▸ **Work instructions**
Retype, word for word, every line from the one holding "backward produces gradients" through the one holding "return [block_range(batch, r, self.comm.size)" in the entries below, both included, and only those lines.

▸ **Records drawn from a dataset**
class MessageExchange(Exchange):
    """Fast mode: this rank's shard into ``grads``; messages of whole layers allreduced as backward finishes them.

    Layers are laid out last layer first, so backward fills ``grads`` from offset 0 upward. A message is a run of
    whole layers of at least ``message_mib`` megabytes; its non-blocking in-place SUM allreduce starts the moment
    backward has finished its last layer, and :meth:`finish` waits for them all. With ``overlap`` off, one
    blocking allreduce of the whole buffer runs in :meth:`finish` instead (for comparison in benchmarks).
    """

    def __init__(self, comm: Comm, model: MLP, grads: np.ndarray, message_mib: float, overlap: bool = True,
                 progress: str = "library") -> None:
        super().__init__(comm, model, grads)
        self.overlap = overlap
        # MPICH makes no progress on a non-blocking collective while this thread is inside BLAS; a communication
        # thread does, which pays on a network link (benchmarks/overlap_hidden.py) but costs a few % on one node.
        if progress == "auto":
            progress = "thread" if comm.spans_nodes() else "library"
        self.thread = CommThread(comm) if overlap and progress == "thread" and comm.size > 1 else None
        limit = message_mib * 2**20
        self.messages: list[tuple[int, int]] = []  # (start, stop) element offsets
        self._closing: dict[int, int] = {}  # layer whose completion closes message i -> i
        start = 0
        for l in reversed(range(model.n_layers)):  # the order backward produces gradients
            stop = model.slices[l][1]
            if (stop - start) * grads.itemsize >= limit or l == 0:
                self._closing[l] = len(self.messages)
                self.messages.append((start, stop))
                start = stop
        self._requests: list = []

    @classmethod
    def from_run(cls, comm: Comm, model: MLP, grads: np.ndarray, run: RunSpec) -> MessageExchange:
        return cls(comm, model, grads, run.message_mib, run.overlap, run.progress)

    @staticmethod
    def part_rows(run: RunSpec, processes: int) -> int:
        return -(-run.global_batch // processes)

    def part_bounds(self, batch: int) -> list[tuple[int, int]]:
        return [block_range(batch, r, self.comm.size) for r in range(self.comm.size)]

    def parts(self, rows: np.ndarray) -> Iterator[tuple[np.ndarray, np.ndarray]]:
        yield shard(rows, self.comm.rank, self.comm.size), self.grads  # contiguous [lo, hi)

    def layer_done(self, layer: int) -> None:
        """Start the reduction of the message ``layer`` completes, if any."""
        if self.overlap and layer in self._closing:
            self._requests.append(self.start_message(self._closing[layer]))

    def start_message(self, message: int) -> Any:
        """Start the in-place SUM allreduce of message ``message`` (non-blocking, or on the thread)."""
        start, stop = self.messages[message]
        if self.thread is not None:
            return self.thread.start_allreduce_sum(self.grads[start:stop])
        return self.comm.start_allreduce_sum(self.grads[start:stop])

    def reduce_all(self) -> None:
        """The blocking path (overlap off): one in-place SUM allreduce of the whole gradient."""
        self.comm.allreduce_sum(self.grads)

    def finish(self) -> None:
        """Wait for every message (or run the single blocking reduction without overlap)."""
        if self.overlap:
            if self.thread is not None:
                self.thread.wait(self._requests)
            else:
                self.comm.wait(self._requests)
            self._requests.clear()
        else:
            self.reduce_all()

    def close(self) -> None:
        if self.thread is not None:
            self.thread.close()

---

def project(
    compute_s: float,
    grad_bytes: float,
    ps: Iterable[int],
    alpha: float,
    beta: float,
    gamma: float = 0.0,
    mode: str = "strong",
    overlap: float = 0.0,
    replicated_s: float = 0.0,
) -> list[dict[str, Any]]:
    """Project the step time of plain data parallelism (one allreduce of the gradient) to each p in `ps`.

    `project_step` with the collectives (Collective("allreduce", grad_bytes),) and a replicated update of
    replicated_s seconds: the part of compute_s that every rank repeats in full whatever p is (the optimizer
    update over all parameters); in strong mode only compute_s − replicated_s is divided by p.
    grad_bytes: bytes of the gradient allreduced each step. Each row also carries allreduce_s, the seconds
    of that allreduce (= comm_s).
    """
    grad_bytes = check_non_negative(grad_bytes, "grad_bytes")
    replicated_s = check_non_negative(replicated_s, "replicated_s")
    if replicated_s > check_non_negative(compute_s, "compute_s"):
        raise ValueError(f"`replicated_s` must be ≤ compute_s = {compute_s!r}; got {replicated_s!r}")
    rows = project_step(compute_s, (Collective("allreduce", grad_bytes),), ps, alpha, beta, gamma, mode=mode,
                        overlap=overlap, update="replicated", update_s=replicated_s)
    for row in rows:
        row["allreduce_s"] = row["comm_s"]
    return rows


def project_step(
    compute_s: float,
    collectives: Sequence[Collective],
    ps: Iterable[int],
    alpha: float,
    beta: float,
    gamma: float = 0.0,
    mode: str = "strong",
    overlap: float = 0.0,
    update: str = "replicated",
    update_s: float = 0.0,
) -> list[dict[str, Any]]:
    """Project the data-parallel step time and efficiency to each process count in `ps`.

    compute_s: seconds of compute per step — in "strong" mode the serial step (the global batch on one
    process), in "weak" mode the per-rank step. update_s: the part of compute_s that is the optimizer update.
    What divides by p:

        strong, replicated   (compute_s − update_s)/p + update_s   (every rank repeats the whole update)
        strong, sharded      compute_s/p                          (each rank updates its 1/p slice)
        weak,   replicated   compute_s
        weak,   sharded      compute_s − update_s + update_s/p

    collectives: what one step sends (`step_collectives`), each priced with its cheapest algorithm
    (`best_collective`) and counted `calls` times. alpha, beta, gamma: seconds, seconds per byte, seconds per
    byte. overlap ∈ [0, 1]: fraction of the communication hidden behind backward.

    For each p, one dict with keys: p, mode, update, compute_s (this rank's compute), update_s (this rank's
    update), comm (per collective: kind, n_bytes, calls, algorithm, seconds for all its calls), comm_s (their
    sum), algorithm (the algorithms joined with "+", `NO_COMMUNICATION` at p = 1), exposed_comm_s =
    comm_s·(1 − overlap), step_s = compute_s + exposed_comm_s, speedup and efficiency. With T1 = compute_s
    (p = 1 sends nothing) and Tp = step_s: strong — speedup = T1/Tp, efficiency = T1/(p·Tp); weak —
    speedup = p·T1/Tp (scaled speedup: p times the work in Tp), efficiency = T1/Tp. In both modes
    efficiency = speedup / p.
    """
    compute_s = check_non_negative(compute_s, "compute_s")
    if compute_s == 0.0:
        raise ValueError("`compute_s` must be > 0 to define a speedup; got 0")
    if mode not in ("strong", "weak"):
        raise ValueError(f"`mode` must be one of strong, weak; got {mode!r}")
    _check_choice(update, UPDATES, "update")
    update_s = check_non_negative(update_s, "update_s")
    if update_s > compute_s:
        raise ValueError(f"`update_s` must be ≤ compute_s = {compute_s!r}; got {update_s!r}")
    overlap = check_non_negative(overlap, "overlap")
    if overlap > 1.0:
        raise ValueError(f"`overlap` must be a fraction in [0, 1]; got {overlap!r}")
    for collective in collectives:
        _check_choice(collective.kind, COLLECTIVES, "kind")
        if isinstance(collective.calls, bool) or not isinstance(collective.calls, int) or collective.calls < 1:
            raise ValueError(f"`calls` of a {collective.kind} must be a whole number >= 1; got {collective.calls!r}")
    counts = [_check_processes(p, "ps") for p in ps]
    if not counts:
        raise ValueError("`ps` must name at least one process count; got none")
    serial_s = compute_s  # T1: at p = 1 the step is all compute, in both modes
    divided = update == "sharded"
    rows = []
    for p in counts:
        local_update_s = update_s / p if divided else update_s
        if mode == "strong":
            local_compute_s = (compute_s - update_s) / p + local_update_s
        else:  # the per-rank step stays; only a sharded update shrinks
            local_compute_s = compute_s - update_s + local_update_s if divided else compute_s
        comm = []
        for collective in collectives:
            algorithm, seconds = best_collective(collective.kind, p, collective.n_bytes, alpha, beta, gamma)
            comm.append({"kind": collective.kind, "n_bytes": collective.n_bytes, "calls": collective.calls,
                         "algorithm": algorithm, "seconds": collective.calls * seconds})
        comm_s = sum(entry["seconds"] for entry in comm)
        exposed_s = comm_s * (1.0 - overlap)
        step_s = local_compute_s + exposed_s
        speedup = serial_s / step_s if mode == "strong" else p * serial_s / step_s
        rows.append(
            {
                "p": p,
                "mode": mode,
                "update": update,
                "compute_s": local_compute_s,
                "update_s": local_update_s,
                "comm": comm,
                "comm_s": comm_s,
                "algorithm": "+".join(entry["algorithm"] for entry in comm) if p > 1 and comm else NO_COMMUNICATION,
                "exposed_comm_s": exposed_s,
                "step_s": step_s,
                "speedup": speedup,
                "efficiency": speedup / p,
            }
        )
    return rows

▸ **Solved exercise**
        for l in reversed(range(model.n_layers)):  # the order backward produces gradients
            stop = model.slices[l][1]
            if (stop - start) * grads.itemsize >= limit or l == 0:
                self._closing[l] = len(self.messages)
                self.messages.append((start, stop))
                start = stop
        self._requests: list = []

    @classmethod
    def from_run(cls, comm: Comm, model: MLP, grads: np.ndarray, run: RunSpec) -> MessageExchange:
        return cls(comm, model, grads, run.message_mib, run.overlap, run.progress)

    @staticmethod
    def part_rows(run: RunSpec, processes: int) -> int:
        return -(-run.global_batch // processes)

    def part_bounds(self, batch: int) -> list[tuple[int, int]]:
        return [block_range(batch, r, self.comm.size) for r in range(self.comm.size)]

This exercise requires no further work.